Initiated by MTN Rwanda, in partnership with the Ministry of ICT and Innovation, the #ConnectRwanda campaign was launched in December 2019, with the objective of providing smartphones to unconnected households across Rwanda to leverage the digital economy.

Since then, private companies, government institutions and individuals have come together to connect all Rwandans through technology.

Inkomoko’s phone donation, as part of World Refugee Day, aligned with their larger strategy to digitize services and provide increased access to finance for refugee and host community entrepreneurs.

These pivots have emerged as Inkomoko adapted to helping entrepreneurs adjust to new ways of working during COVID-19.

Phone distribution will launch in the Gihembe Refugee Camp where Inkomoko has been working since 2016. 

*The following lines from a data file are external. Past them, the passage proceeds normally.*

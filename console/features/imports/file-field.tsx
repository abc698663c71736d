import { type DragEvent, type ReactNode, useRef, useState } from 'react'
import { WordButton } from '#console/ui/button.tsx'
import { LineArea } from '#console/ui/line-area.tsx'
import { type GivenFile, sizeInWords } from './given-file.ts'

/** Up to here what is pasted stands in a field; a larger text is a file like any other. */
const MOST_SHOWN = 100_000

/** Where a file is chosen, dropped or pasted; what was given stays until another is. */
export function FileField({
  given,
  fault,
  onFile,
  onPaste,
  onPutAway,
  children,
}: {
  given: GivenFile | undefined
  /** Why what was given cannot be read, as a sentence. */
  fault: string | undefined
  onFile: (file: File) => void
  onPaste: (text: string) => void
  onPutAway: () => void
  /** What else there is to say about the file. */
  children?: ReactNode
}) {
  const [isOver, setOver] = useState(false)
  const isField = given === undefined || (given.name === undefined && given.bytes <= MOST_SHOWN)
  const drop = (event: DragEvent) => {
    event.preventDefault()
    setOver(false)
    const [file] = event.dataTransfer.files
    if (file !== undefined) onFile(file)
  }
  return (
    // biome-ignore lint/a11y/noStaticElementInteractions: dropping is a short way to what the button inside does
    <div
      onDragOver={(event) => {
        event.preventDefault()
        setOver(true)
      }}
      onDragLeave={() => setOver(false)}
      onDrop={drop}
      className={isOver ? 'outline-2 outline-offset-8 outline-woad' : ''}
    >
      <div className="flex flex-wrap items-baseline gap-x-22 gap-y-8">
        {given !== undefined && !isField && (
          <p className="min-w-0">
            <span className="font-medium break-words">{given.name ?? 'What was pasted'}</span>{' '}
            <span className="text-ink-soft">{sizeInWords(given.bytes)}</span>
          </p>
        )}
        <ChooseFile isAnother={!isField} onFile={onFile} />
        {given !== undefined && <WordButton onClick={onPutAway}>Put it away</WordButton>}
        {children}
      </div>
      {isField ? (
        <LineArea
          label="or drop it here, or paste what it says"
          rows={4}
          value={given?.text ?? ''}
          spellCheck={false}
          autoComplete="off"
          fault={fault}
          onChange={(event) => onPaste(event.target.value)}
          className="mt-12"
        />
      ) : (
        fault !== undefined && (
          <p role="alert" className="mt-8 font-semibold text-madder">
            {fault}
          </p>
        )
      )}
    </div>
  )
}

function ChooseFile({ isAnother, onFile }: { isAnother: boolean; onFile: (file: File) => void }) {
  const input = useRef<HTMLInputElement>(null)
  return (
    <>
      <input
        ref={input}
        type="file"
        accept=".json,.tokens,.css,application/json,text/css"
        hidden
        onChange={(event) => {
          const [file] = event.target.files ?? []
          // Emptied, so that the same file is taken again once it was edited.
          event.target.value = ''
          if (file !== undefined) onFile(file)
        }}
      />
      <WordButton onClick={() => input.current?.click()}>
        Choose {isAnother ? 'another' : 'a'} file
      </WordButton>
    </>
  )
}
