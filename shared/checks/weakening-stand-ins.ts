import type { PairModel, ThemeModel } from './model.ts'
import { combinationsOf } from './pair-states.ts'
import { type ResolvedSystem, statesOf } from './resolved.ts'
import { effectiveLevel, requiredRatio } from './uses.ts'
import { createPairTitles, type Weakening } from './weakening-kinds.ts'
import { tokensOfOtherStates } from './weakening-states.ts'

/**
 * Pairs of an `anyOf` group that can be met by one that could not stand in for them before: because either
 * joined the group, or because the other is measured where it was not.
 */
export function standInWeakenings(before: ResolvedSystem, after: ResolvedSystem): Weakening[] {
  if (isMeasuredAlike(before, after)) return []
  const groups = groupsOf(after)
  if (groups.size === 0) return []
  const standing = new Map(before.model.pairs.map((pair) => [pair.id, pair]))
  const titleOf = createPairTitles(after)
  const found = new Map<string, Weakening>()
  for (const members of groups.values()) {
    for (const { member, other } of newStandIns(members, { before, after, standing })) {
      const joins = standing.get(member.id)?.anyOf === member.anyOf ? other : member
      const isJoining = standing.get(joins.id)?.anyOf !== joins.anyOf
      if (found.has(joins.id)) continue
      found.set(joins.id, {
        code: 'any-of-joined',
        item: { kind: 'pair', id: joins.id },
        ...(isJoining ? { member: 'anyOf' } : {}),
        detail: `${titleOf(other)} can stand in for ${titleOf(member)} now`,
      })
    }
  }
  return [...found.values()]
}

/** Colours alone moved: no pair is measured in other places, or asked more. */
function isMeasuredAlike(before: ResolvedSystem, after: ResolvedSystem): boolean {
  const { pairs, themes, settings } = before.model
  if (pairs !== after.model.pairs || themes !== after.model.themes) return false
  return settings === after.model.settings && tokensOfOtherStates(before, after).size === 0
}

function groupsOf({ model }: ResolvedSystem): Map<string, PairModel[]> {
  const groups = new Map<string, PairModel[]>()
  for (const pair of model.pairs) {
    if (pair.anyOf === undefined) continue
    const known = groups.get(pair.anyOf)
    if (known) known.push(pair)
    else groups.set(pair.anyOf, [pair])
  }
  return groups
}

interface Sides {
  readonly before: ResolvedSystem
  readonly after: ResolvedSystem
  /** By id, as they were. */
  readonly standing: ReadonlyMap<string, PairModel>
}

function newStandIns(members: readonly PairModel[], { before, after, standing }: Sides) {
  const placesNow = new Map(members.map((pair) => [pair, placesOf(after, pair)]))
  return members.flatMap((member) => {
    const was = standing.get(member.id)
    if (was === undefined) return []
    const own = placesOf(before, was)
    return members.flatMap((other) => {
      if (other === member) return []
      const stoodBefore = standing.get(other.id)
      const isOld = stoodBefore !== undefined && was.anyOf !== undefined
      const covered =
        isOld && stoodBefore.anyOf === was.anyOf ? meetingPlaces(before, stoodBefore) : NOWHERE
      const covers = meetingPlaces(after, other)
      const isNew = [...placesNow.get(member)!].some(
        (place) => own.has(place) && covers.has(place) && !covered.has(place),
      )
      return isNew ? [{ member, other }] : []
    })
  })
}

const NOWHERE: ReadonlySet<string> = new Set()

/** Theme and fg/bg state of everything that is measured of a pair. */
const placesOf = (system: ResolvedSystem, pair: PairModel): ReadonlySet<string> =>
  placesWhere(system, pair, () => true)

/** Of it, what something is required of: only that can meet anything. */
const meetingPlaces = (system: ResolvedSystem, pair: PairModel): ReadonlySet<string> =>
  placesWhere(system, pair, (theme) => {
    const level = effectiveLevel(system.model.settings.level, theme.level, pair.level)
    return Math.max(requiredRatio(pair.use, level), pair.minimum ?? 0) > 0
  })

function placesWhere(
  system: ResolvedSystem,
  pair: PairModel,
  holds: (theme: ThemeModel) => boolean,
): ReadonlySet<string> {
  const combinations = combinationsOf(pair, {
    foreground: statesOf(system, pair.foreground),
    background: statesOf(system, pair.background),
  })
  const themes = system.model.themes.filter(
    (theme) => (pair.themes?.includes(theme.id) ?? true) && holds(theme),
  )
  return new Set(themes.flatMap(({ id }) => combinations.map((state) => `${id} ${state}`)))
}
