import type { ItemEdits, SystemEdits } from './edits.ts'
import type { SystemModel, ThemeModel, ThemeRule, TokenModel } from './model.ts'

/** That a token is going away; the replacement by id, so that a rename moves nothing. */
export interface Deprecation {
  readonly reason?: string
  readonly replacement?: string
  /** Calendar date, `YYYY-MM-DD`. */
  readonly sunset?: string
}

/** A token with what a revision governs beyond the engine's part. */
export interface GovernedToken extends TokenModel {
  readonly description?: string
  readonly locked: boolean
  readonly deprecated?: Deprecation
}

/** A theme with what a revision governs beyond the engine's part. */
export interface GovernedTheme extends ThemeModel {
  readonly name: string
  readonly rule: ThemeRule
}

/** A system at one revision, whole; the engine takes it as it is. */
export interface GovernedSystem extends SystemModel {
  readonly themes: readonly GovernedTheme[]
  readonly tokens: readonly GovernedToken[]
}

/** Edits of a governed system. */
export interface GovernedEdits extends SystemEdits {
  readonly tokens?: ItemEdits<GovernedToken>
  readonly themes?: readonly GovernedTheme[]
}
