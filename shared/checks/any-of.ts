import type { PairMeasure } from './evaluation.ts'
import { placeOfRow } from './measured-row.ts'
import { STATE_COUNT } from './resolved.ts'

/** Marks where a member meets its own requirement by its ratio; one that requires nothing meets nothing. */
function markMet(met: Uint8Array, measure: PairMeasure): void {
  const width = measure.combinations.length
  for (let row = 0; row < measure.ratio.length; row++) {
    const required = measure.required[Math.floor(row / width)]!
    if (required > 0 && measure.ratio[row]! >= required) met[placeOfRow(measure, row)] = 1
  }
}

/**
 * For each `anyOf` group, the themes and fg/bg states in which one member is enough.
 * @param names only these groups; absent: all
 * @see https://www.w3.org/WAI/WCAG22/Techniques/css/C40 a two-colour indicator, of which one band has contrast
 */
export function meetAnyOf(
  measures: readonly PairMeasure[],
  themeCount: number,
  names?: ReadonlySet<string>,
): Map<string, Uint8Array> {
  const groups = new Map<string, Uint8Array>()
  for (const measure of measures) {
    const name = measure.pair.anyOf
    if (name === undefined || (names !== undefined && !names.has(name))) continue
    let met = groups.get(name)
    if (met === undefined) {
      met = new Uint8Array(themeCount * STATE_COUNT * STATE_COUNT)
      groups.set(name, met)
    }
    markMet(met, measure)
  }
  return groups
}
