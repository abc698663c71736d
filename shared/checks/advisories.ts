import { areApartInLightness, deltaE2000, labOfBytes } from '#shared/color/difference.ts'
import type { RenderedColor } from '#shared/color/render.ts'
import { sameOklch } from './color-arithmetic.ts'
import { createPixel, luminanceOf, type Pixel, paintLayer } from './layers.ts'
import { stateAt } from './model-graph.ts'
import type { Advisory, State } from './model.ts'
import type { Provenance } from './provenance.ts'
import {
  type ResolvedCell,
  type ResolvedSystem,
  type ResolvedToken,
  STATE_COUNT,
} from './resolved.ts'

/** Closer than this in CIEDE2000, two colours are taken for one. */
const VISIBLE_DIFFERENCE = 2

/** A value at the end of its aliases. */
interface AliasEnd {
  readonly token: ResolvedToken
  readonly offset: number
  readonly cell: ResolvedCell
}

function endOfAliases(resolved: ResolvedSystem, start: ResolvedToken, offset: number): AliasEnd {
  const theme = Math.floor(offset / STATE_COUNT)
  let end: AliasEnd = { token: start, offset, cell: start.cells[offset]! }
  while (end.cell.provenance.from === 'alias') {
    const { token: id, state } = end.cell.provenance
    const token = resolved.tokens.get(id)!
    const at = theme * STATE_COUNT + stateAt(state)
    end = { token, offset: at, cell: token.cells[at]! }
  }
  return end
}

/** Whether a theme's own rule gave a value that differs from its parent's. */
function isMovedByRule(resolved: ResolvedSystem, end: AliasEnd): boolean {
  if (end.cell.provenance.from !== 'theme-rule') return false
  const { themes } = resolved.model
  const from = themes[Math.floor(end.offset / STATE_COUNT)]!.from
  const parent = from === undefined ? 0 : resolved.themes.get(from)!
  const before = end.token.cells[parent * STATE_COUNT + (end.offset % STATE_COUNT)]!
  return !sameOklch(before.color.oklch, end.cell.color.oklch)
}

function doubleFlips(resolved: ResolvedSystem, token: ResolvedToken): Advisory[] {
  const advisories: Advisory[] = []
  for (const [theme, { id }] of resolved.model.themes.entries()) {
    if (theme === 0) continue
    for (const state of token.states) {
      if (token.token.values[id]?.[state]?.kind !== 'alias') continue
      const end = endOfAliases(resolved, token, theme * STATE_COUNT + stateAt(state))
      if (!isMovedByRule(resolved, end)) continue
      advisories.push({ code: 'double-flip', token: token.token.id, theme: id, state })
    }
  }
  return advisories
}

/** Whether a state follows a rule that changes nothing, and so is meant to look like rest. */
function isAsRest(provenance: Provenance): boolean {
  if (provenance.from !== 'state-rule') return false
  const { lightness, chroma, hue, alpha } = provenance.adjustment
  return lightness === 0 && chroma === 1 && hue === 0 && alpha === 1
}

/** Whether one colour cannot be told from another, both laid on a ground. */
function isAlike(ground: RenderedColor, first: RenderedColor, second: RenderedColor): boolean {
  if (first === second) return true
  paintOn(ground, first, upper)
  paintOn(ground, second, lower)
  const [y1, y2] = [luminanceOf(upper, 'srgb'), luminanceOf(lower, 'srgb')]
  if (areApartInLightness(y1, y2, VISIBLE_DIFFERENCE)) return false
  const lab = labOfBytes(upper.r, upper.g, upper.b)
  return deltaE2000(lab, labOfBytes(lower.r, lower.g, lower.b)) < VISIBLE_DIFFERENCE
}

const upper = createPixel()
const lower = createPixel()

function paintOn(ground: RenderedColor, color: RenderedColor, pixel: Pixel): void {
  paintLayer(pixel, ground, 'srgb')
  paintLayer(pixel, color, 'srgb')
}

function invisibleStates(
  resolved: ResolvedSystem,
  token: ResolvedToken,
  theme: number,
): readonly State[] {
  const { ground } = resolved.model.themes[theme]!
  const first = theme * STATE_COUNT
  const under = resolved.tokens.get(ground)!.cells[first]!.color.rendered
  const rest = token.cells[first]!.color.rendered
  return token.states.filter((state) => {
    if (state === 'rest') return false
    const offset = first + stateAt(state)
    if (!isAlike(under, rest, token.cells[offset]!.color.rendered)) return false
    return !isAsRest(endOfAliases(resolved, token, offset).cell.provenance)
  })
}

/**
 * What a reader should look at, though it breaches nothing: overrides that alias a token which the theme's own
 * rule moves, and states that cannot be told from rest.
 * @see https://doi.org/10.1002/col.20070 CIEDE2000
 */
export function advisoriesOf(resolved: ResolvedSystem, token: ResolvedToken): readonly Advisory[] {
  const { id } = token.token
  const invisible =
    token.states.length === 1
      ? []
      : resolved.model.themes.flatMap((theme, position) =>
          invisibleStates(resolved, token, position).map(
            (state): Advisory => ({ code: 'state-invisible', token: id, theme: theme.id, state }),
          ),
        )
  return [...doubleFlips(resolved, token), ...invisible]
}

“During COVID-19, movement restrictions limited how we could provide services in refugee communities. Like most businesses, it forced us to quickly develop digital offerings that would work for our clients. Because we were able to make expedient digital implementations and because 39% of our Inkomoko staff are refugees themselves, we were able to continuously serve our entrepreneurs despite movement restrictions,” says Olive Ashimwe, Inkomoko’s Regional Director of Refugee Affairs.

The 500 donated smartphones fortify Inkomoko’s track record of financial inclusion, as Inkomoko is also rolling out a new digital loan app that will increase access to business financing for refugee and host communities.

This mobile loan app for smartphones is available in Kinyarwanda, English, French, and Swahili, and will help Inkomoko to diversify access points for financing across the country, a key request from entrepreneurs.

All of the phones donated by Inkomoko will come preloaded with their app.

Last year for World Refugee Day, Inkomoko partnered with the Mastercard Foundation to release US$2.6million in COVID-19 relief grants to more than 3,500 refugee and host community entrepreneurs.

One year later they have released data showing that as a result of their grants, businesses were able to generate more than US$10 million in new revenue and they employ more than 20,000 people throughout Rwanda. In addition, 98% of closed businesses have re-opened. 

“Inkomoko’s work with entrepreneurs has consistently shown that investing in refugee businesses is catalytic for economic development at-large. We are able to provide new growth opportunities for our clients in refugee communities by bringing new investments and digital solutions,” says Julienne Oyler, Inkomoko’s CEO.

Looking ahead, Inkomoko has pledged to support more refugee and host community entrepreneurs, including providing 25,000 refugee households with access to affordable capital in the coming years, all facilitated by more digital solutions.